Now lets take a closer look at how each opcode is implemented. Specifically, the MOVW above:

// Rd = Rr
r = reg[(14)] = (reg[(24)]>>>0)

// Rd+1 = Rr+1
r = reg[(14)+1] = (reg[(24)+1]>>>0)

This is defined in Opcodes.js like this:

{
        name: 'MOVW',
	score:250,
        str:'00000001ddddrrrr',
        impl:[
            'Rd = Rr',
            'Rd+1 = Rr+1'
        ],
	shift:{
	    d:1,
	    r:1
	},
	print:{
	    r:r=>"r" + r + ":r" + (r+1),
	    d:d=>"r" + d + ":r" + (d+1)
	}
}
  • name is used by the disassembler
  • print is used by the disassembler so that it knows how to format each parameter.
  • score is used for sorting the definitions so that more frequent opcodes are checked first when decoding an instruction. Really not necessary.
  • str contains the information need for decoding each instruction’s bits into an opcode, the opcode’s mask, and so on.
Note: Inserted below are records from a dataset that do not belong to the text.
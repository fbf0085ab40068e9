"""Delimited text: encodings and separators detected and said, any valid quoted cell, cut files refused."""

from __future__ import annotations

import warnings

import pandas as pd
import pytest
from exports import small_league, write_text_export

from drift.config import Config
from drift.errors import DataQualityWarning, InputError
from drift.intake.read import read_seasons


def _read(path, config=None):
    """read_seasons, returning (raw, the warnings it gave)."""
    with warnings.catch_warnings(record=True) as caught:
        warnings.simplefilter("always", DataQualityWarning)
        raw = read_seasons(path, config)
    return raw, [str(w.message) for w in caught]


def _error(path, config=None):
    with pytest.raises(InputError) as info:
        read_seasons(path, config)
    return str(info.value)


@pytest.fixture(scope="module")
def league():
    return small_league(seasons=("2023-24",))


@pytest.fixture(scope="module")
def expected(league, tmp_path_factory):
    """The league as read from a plain comma-separated UTF-8 export: what every other form must give."""
    folder = tmp_path_factory.mktemp("plain")
    write_text_export(league, folder)
    raw, said = _read(folder)
    assert not said  # plain CSV UTF-8 is the default: nothing to say
    return raw.table.drop(columns="source_file")


@pytest.mark.parametrize("encoding, label", [
    ("utf-8-sig", None), ("utf-16", "UTF-16"), ("utf-16-le", "UTF-16"), ("cp1252", "Windows-1252")])
@pytest.mark.parametrize("separator, word", [(",", None), (";", "semicolon"), ("\t", "tab"), ("|", "bar")])
def test_encoding_and_separator_are_detected_and_said(league, expected, tmp_path, encoding, label, separator,
                                                      word):
    write_text_export(league, tmp_path, separator=separator, encoding=encoding,
                      line_end="\r\n" if separator == ";" else "\n")
    raw, said = _read(tmp_path)
    pd.testing.assert_frame_equal(raw.table.drop(columns="source_file"), expected)
    assert "Rémy Varton" in set(raw.table["player"])  # accents read right in every encoding
    text = " ".join(said)
    assert (f"read as {label} text, not UTF-8" in text) == (label is not None)
    assert (f"read as {word}-separated text" in text) == (word is not None)
    listed = raw.reading.sources["read_as"].iloc[0]
    assert listed.startswith("text, ") and (word or "comma") in listed


def test_semicolons_with_decimal_commas(league, expected, tmp_path):
    write_text_export(league, tmp_path, separator=";", decimal=",", encoding="cp1252")
    raw, said = _read(tmp_path)
    pd.testing.assert_frame_equal(raw.table.drop(columns="source_file"), expected, check_exact=False)
    assert any("decimal commas parsed as numbers" in s for s in said)


def test_separator_and_encoding_given_in_the_config_are_used_and_not_said(league, expected, tmp_path):
    write_text_export(league, tmp_path, separator=";", encoding="cp1252")
    raw, said = _read(tmp_path, Config(csv={"separator": "semicolon", "encoding": "windows-1252"}))
    pd.testing.assert_frame_equal(raw.table.drop(columns="source_file"), expected)
    assert not said


def test_wrong_encoding_in_the_config_is_refused_at_its_row(league, tmp_path):
    write_text_export(league, tmp_path, encoding="utf-16")
    msg = _error(tmp_path, Config(csv={"encoding": "utf-8"}))
    assert "2023-24.csv, row 1: is not valid utf-8 text" in msg and "[intake.csv] encoding" in msg


@pytest.mark.parametrize("inside", ["\r", "\n", "\r\n", "\u2028", "\u0085", "\x0c", ";", ",", '""'])
def test_any_valid_quoted_cell_is_read(league, expected, tmp_path, inside):
    path = write_text_export(league, tmp_path)[0]
    text = path.read_text(encoding="utf-8").replace("Rémy Varton", f'"Rémy{inside}Varton"', 1)
    path.write_text(text, encoding="utf-8", newline="")
    raw, _ = _read(tmp_path)
    names = list(raw.table["player"])
    shown = inside.replace('""', '"')
    assert f"Rémy{shown}Varton" in names  # the cell, as written
    pd.testing.assert_frame_equal(raw.table.drop(columns=["source_file", "player"]),
                                  expected.drop(columns="player"))


def test_unquoted_unicode_line_separators_are_part_of_a_cell(league, expected, tmp_path):
    path = write_text_export(league, tmp_path)[0]
    text = path.read_text(encoding="utf-8").replace("Rémy Varton", "Rémy\u2028Var\x85ton", 1)
    path.write_text(text, encoding="utf-8", newline="")
    raw, _ = _read(tmp_path)
    assert "Rémy\u2028Var\x85ton" in set(raw.table["player"]) and len(raw.table) == len(expected)


def test_broken_utf8_byte_is_refused_at_its_row(league, tmp_path):
    path = write_text_export(league, tmp_path)[0]
    data = path.read_bytes()
    at = data.index(b"Orren")
    path.write_bytes(data[:at] + b"\xff" + data[at + 1:])  # the file also holds UTF-8 accents
    row = data[:at].count(b"\n") + 1
    msg = _error(tmp_path)
    assert f"2023-24.csv, row {row}: is UTF-8 text with a broken byte" in msg and "0xff" in msg


def test_binary_data_in_a_text_file_is_refused(tmp_path):
    (tmp_path / "2023-24.csv").write_bytes(b"player_id,team\x00\x01\x02,games\n" * 3)
    assert "is not a text file (it holds binary data)" in _error(tmp_path)


def test_quote_left_open_is_refused_with_its_row(league, tmp_path):
    path = write_text_export(league, tmp_path)[0]
    lines = path.read_text(encoding="utf-8").splitlines(keepends=True)
    lines[5] = lines[5].replace("Rémy", '"Rémy', 1) if "Rémy" in lines[5] else lines[5].replace(",", ',"', 1)
    path.write_text("".join(lines), encoding="utf-8")
    msg = _error(tmp_path)
    assert "row 6: a quote opens a cell that never closes" in msg


def test_file_cut_inside_its_last_cell_is_refused_with_the_row(league, tmp_path):
    path = write_text_export(league, tmp_path)[0]
    text = path.read_text(encoding="utf-8")
    rows = text.count("\n")
    path.write_text(text[:-4], encoding="utf-8")  # '0.5321\n' -> '0.53': the right number of fields
    msg = _error(tmp_path)
    assert f"row {rows}: the file ends inside its last row" in msg and "column 'TS_PCT'" in msg
    assert "looks cut short" in msg


def test_file_cut_inside_a_row_is_refused_with_the_row(league, tmp_path):
    path = write_text_export(league, tmp_path)[0]
    text = path.read_text(encoding="utf-8")
    rows = text.count("\n")
    path.write_text(text[: text.rindex("\n", 0, len(text) - 1) + 20], encoding="utf-8")
    assert f"row {rows}: row has" in _error(tmp_path) and "cut short" in _error(tmp_path)


def test_whole_file_without_a_final_line_break_is_read(league, expected, tmp_path):
    write_text_export(league, tmp_path, final_line_break=False)  # as some spreadsheet tools write it
    raw, _ = _read(tmp_path)
    pd.testing.assert_frame_equal(raw.table.drop(columns="source_file"), expected)


def test_cut_last_cell_among_fixed_decimals_is_caught_however_it_is_cut(league, tmp_path):
    table = league.copy()
    table["ts_pct"] = table["ts_pct"].map(lambda v: f"{v:.4f}")  # fixed decimals, as Excel writes them
    path = write_text_export(table, tmp_path)[0]
    text = path.read_text(encoding="utf-8").rstrip("\n")
    for cut in range(1, 6):  # '0.5321' -> '0.532', '0.53', '0.5', '0.', '0'
        path.write_text(text[:-cut], encoding="utf-8")
        assert "looks cut short" in _error(tmp_path), cut


def test_windows_1252_with_a_byte_pair_that_looks_like_utf8_is_still_windows_1252(league, tmp_path):
    table = league.copy()
    table.loc[0, "player"] = "LÉ’Varton"  # 0xC9 0x92 in Windows-1252: a valid UTF-8 pair by chance
    write_text_export(table, tmp_path, encoding="cp1252")
    raw, said = _read(tmp_path)
    assert raw.table.loc[0, "player"] == "LÉ’Varton" and "Rémy Varton" in set(raw.table["player"])
    assert any("read as Windows-1252 text" in s for s in said)


def test_unnamed_columns_are_dropped_when_empty_and_refused_when_not(league, expected, tmp_path):
    path = write_text_export(league, tmp_path)[0]
    lines = path.read_text(encoding="utf-8").splitlines()
    path.write_text("\n".join(line + "," for line in lines) + "\n", encoding="utf-8")  # a trailing separator
    raw, _ = _read(tmp_path)
    pd.testing.assert_frame_equal(raw.table.drop(columns="source_file"), expected)
    lines = [line + ("," if i != 3 else ",7") for i, line in enumerate(lines)]
    path.write_text("\n".join(lines) + "\n", encoding="utf-8")
    assert "column 15 has values but no name" in _error(tmp_path)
Lowercase letters map bits that are joined together, a shift left and/or a sign extension may be applied, and the resulting value replaced into the impl metacode.

00000001 dddd rrrr
00000001 0111 1100
d = 0111 << 1 = 01110 = 14
r = 1100 << 1 = 11000 = 24

Applying the values of `d` and `r`:
R14 = R24
R14+1 = R24+1

Regular expressions “draw the rest of the owl” and convert that into the javascript you saw earlier.

4 Likes

Wow…
:exploding_head:

1 Like

Ah, that makes sense.

That explains why I couldn’t find the usual ‘big switch’ that most emulators have.

This seems like the kind of thing LISP would be really good at.
(Now there’s something you don’t hear everyday.)

Just in case anyone thinks you’re joking:

Did you manage to summon Zalgo by any chance? :P

Oh joy, another one for my list.

2 Likes

To me it doesn’t seem all that different compared to C++'s implicit type conversions combined with operator overloading.

Rest assured, no ͠P̯͍̭O̚​N̐Y̡ was summned while writng ProjectABE 多分he comes

1 Like

rotflmao

Dude thank you so much I appreciate you! All glory to the @fmanga!